TASK REQUIREMENTS | Each line below with the word "mode" needs to be copied.
################
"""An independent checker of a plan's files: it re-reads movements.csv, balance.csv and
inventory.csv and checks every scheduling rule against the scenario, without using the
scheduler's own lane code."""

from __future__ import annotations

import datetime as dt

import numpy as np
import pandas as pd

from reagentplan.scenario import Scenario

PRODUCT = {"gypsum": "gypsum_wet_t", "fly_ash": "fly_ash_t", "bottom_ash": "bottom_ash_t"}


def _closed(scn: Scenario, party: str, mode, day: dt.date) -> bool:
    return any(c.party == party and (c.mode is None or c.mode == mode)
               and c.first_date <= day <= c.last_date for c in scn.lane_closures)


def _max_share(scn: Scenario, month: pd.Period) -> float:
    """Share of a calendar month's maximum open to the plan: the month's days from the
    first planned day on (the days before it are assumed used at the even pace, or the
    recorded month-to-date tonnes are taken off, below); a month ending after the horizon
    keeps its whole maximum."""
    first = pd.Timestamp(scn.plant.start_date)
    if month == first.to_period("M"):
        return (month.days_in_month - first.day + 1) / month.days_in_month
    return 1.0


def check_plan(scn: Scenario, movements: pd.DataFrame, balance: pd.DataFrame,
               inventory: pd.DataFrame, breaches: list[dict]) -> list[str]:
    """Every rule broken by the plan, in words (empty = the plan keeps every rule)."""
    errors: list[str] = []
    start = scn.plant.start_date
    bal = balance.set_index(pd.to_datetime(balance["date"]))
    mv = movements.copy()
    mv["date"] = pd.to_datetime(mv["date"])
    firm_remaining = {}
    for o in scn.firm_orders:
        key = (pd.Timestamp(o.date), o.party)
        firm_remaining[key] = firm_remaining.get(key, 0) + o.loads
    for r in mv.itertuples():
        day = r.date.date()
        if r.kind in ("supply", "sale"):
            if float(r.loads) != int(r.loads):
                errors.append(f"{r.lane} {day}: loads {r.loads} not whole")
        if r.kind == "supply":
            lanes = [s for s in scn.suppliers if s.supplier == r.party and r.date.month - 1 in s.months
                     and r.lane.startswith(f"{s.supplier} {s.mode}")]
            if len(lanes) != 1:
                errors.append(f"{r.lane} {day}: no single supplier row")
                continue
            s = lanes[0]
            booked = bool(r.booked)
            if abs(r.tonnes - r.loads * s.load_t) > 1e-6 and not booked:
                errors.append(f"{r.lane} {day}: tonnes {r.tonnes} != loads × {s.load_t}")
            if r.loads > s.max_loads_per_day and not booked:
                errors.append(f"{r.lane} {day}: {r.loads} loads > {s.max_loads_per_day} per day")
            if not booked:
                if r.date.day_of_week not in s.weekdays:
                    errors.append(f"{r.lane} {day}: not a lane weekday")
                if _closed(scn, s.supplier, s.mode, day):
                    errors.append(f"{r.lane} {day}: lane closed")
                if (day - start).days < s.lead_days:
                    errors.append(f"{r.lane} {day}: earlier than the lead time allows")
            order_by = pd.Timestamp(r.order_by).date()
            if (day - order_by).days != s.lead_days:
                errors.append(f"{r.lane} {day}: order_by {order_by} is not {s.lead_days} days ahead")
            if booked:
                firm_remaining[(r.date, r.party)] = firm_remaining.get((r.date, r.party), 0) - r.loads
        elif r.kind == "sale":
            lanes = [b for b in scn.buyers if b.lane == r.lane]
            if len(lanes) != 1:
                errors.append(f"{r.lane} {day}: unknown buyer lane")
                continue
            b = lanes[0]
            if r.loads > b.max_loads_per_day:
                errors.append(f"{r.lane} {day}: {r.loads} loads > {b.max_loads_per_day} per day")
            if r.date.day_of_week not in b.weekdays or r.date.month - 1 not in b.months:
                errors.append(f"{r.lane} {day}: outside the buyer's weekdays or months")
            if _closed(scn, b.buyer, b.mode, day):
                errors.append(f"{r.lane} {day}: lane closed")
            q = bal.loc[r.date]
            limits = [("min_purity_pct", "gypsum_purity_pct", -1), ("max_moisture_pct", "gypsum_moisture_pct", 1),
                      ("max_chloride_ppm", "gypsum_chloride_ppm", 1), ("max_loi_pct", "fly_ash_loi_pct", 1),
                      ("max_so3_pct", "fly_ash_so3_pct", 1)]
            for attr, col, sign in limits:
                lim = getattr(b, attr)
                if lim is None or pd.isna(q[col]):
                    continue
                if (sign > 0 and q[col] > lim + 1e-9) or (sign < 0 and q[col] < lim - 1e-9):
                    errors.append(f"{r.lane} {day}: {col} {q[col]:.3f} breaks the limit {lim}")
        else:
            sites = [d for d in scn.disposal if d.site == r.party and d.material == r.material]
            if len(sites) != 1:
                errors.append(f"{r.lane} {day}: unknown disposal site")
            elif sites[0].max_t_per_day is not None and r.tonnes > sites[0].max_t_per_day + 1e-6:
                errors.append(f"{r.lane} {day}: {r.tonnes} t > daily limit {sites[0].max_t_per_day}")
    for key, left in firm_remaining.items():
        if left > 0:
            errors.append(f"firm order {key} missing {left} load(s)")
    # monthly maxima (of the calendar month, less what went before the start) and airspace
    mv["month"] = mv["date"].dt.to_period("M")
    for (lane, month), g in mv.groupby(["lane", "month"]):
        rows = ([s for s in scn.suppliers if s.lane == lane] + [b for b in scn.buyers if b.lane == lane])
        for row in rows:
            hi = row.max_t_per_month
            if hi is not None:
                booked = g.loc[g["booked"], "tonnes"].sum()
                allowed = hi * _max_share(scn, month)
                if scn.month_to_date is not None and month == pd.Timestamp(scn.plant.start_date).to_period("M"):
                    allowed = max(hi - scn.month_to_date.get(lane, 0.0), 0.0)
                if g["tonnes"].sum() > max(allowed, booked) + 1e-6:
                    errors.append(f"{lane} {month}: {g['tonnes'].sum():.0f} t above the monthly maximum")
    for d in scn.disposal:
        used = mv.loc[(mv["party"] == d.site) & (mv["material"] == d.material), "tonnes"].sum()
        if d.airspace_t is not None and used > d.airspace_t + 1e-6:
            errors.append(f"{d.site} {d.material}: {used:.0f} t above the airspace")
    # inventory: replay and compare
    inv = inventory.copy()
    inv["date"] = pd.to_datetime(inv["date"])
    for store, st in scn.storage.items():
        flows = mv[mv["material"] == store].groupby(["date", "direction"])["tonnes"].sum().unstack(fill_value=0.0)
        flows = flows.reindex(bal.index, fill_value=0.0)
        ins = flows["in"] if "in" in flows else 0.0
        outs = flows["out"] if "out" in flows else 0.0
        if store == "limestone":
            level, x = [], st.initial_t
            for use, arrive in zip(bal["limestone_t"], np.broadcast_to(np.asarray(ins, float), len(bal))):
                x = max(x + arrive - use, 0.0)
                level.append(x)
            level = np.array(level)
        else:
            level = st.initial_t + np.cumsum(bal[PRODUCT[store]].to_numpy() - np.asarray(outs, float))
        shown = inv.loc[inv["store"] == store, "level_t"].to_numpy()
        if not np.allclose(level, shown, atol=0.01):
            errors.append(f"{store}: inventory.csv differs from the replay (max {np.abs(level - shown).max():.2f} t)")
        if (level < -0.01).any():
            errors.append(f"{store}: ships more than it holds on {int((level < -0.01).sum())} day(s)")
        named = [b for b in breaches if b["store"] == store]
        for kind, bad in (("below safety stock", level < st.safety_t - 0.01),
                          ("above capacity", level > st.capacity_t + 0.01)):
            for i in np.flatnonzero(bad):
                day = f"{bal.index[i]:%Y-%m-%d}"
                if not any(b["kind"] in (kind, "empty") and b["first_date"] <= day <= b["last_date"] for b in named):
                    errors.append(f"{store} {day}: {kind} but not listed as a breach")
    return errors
################
ANSWER BELOW |
def _closed(scn: Scenario, party: str, mode, day: dt.date) -> bool:
    return any(c.party == party and (c.mode is None or c.mode == mode)
                     and r.lane.startswith(f"{s.supplier} {s.mode}")]
                if _closed(scn, s.supplier, s.mode, day):
            if _closed(scn, b.buyer, b.mode, day):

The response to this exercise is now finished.